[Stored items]
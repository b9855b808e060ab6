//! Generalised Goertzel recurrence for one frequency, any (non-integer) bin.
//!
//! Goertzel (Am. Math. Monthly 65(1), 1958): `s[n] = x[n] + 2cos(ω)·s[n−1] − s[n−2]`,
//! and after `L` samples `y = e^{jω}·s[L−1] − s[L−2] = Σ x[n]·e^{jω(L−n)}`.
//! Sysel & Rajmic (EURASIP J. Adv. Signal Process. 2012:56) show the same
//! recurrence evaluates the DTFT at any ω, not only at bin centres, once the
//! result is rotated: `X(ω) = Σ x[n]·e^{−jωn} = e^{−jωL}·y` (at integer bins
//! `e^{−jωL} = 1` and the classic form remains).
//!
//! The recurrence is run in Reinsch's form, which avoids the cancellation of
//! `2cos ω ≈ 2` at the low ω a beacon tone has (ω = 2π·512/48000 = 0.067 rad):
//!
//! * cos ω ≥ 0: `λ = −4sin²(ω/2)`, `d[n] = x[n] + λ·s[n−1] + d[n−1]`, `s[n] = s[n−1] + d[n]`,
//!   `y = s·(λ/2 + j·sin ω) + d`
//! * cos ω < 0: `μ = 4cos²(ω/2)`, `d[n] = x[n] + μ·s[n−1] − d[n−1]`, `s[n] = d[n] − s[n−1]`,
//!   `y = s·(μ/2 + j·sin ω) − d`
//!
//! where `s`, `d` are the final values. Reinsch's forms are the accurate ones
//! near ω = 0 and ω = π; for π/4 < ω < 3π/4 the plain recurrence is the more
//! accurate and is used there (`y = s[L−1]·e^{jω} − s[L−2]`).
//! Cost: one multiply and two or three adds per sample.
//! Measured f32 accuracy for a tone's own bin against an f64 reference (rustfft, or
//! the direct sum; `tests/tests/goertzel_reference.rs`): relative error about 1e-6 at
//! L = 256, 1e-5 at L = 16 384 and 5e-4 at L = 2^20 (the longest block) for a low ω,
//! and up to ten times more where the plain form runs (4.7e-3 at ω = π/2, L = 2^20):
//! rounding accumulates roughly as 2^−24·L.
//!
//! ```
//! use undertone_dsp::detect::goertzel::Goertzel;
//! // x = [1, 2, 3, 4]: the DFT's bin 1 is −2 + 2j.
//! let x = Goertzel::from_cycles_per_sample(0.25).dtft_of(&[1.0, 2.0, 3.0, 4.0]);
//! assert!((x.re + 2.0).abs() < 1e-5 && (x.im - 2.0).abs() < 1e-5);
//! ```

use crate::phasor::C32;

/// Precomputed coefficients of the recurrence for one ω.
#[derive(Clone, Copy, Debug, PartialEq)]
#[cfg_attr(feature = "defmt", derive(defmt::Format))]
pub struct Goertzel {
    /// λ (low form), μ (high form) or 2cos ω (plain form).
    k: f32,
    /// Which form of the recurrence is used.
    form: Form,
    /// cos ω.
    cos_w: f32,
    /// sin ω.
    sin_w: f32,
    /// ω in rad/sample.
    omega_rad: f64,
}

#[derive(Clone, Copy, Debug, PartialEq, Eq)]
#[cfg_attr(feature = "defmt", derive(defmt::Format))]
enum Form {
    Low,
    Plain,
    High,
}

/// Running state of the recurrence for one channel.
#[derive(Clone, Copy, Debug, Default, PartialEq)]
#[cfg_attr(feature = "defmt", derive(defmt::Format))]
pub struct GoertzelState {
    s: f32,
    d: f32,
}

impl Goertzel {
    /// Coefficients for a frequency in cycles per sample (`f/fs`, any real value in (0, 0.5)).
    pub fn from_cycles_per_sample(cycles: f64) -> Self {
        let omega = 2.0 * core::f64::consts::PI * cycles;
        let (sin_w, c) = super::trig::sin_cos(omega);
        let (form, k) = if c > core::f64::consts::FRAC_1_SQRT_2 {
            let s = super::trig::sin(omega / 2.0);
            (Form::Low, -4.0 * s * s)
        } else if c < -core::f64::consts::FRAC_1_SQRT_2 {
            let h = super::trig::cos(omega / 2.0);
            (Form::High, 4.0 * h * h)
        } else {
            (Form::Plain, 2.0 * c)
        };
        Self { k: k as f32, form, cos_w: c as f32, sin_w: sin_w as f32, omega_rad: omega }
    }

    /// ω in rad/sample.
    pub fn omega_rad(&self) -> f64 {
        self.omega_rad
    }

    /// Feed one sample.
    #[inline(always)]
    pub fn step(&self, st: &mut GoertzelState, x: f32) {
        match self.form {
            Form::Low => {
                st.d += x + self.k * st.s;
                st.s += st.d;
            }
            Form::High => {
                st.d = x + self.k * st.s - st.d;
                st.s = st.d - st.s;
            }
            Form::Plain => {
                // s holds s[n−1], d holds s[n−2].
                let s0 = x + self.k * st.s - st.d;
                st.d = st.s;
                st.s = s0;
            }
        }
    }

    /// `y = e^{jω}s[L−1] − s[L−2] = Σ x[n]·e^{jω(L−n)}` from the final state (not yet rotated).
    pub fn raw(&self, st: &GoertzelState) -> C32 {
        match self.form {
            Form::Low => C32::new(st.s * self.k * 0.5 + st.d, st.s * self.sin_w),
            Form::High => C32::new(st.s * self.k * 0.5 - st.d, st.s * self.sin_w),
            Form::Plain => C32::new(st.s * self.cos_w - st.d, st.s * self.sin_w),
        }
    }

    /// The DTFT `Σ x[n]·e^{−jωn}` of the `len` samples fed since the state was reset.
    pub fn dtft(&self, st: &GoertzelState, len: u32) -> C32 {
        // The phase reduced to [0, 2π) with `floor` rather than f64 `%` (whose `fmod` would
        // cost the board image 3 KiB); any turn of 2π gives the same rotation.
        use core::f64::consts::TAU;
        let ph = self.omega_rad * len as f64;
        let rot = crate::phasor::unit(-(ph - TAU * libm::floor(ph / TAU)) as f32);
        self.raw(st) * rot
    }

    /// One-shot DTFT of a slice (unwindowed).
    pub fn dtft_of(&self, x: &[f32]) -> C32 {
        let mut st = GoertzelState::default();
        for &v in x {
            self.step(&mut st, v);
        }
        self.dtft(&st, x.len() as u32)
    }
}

▸ **Exercise goal**:
From the entries above, return each line with the word "rotated" in it.

▸ **Answer below**:
//! result is rotated: `X(ω) = Σ x[n]·e^{−jωn} = e^{−jωL}·y` (at integer bins
    /// `y = e^{jω}s[L−1] − s[L−2] = Σ x[n]·e^{jω(L−n)}` from the final state (not yet rotated).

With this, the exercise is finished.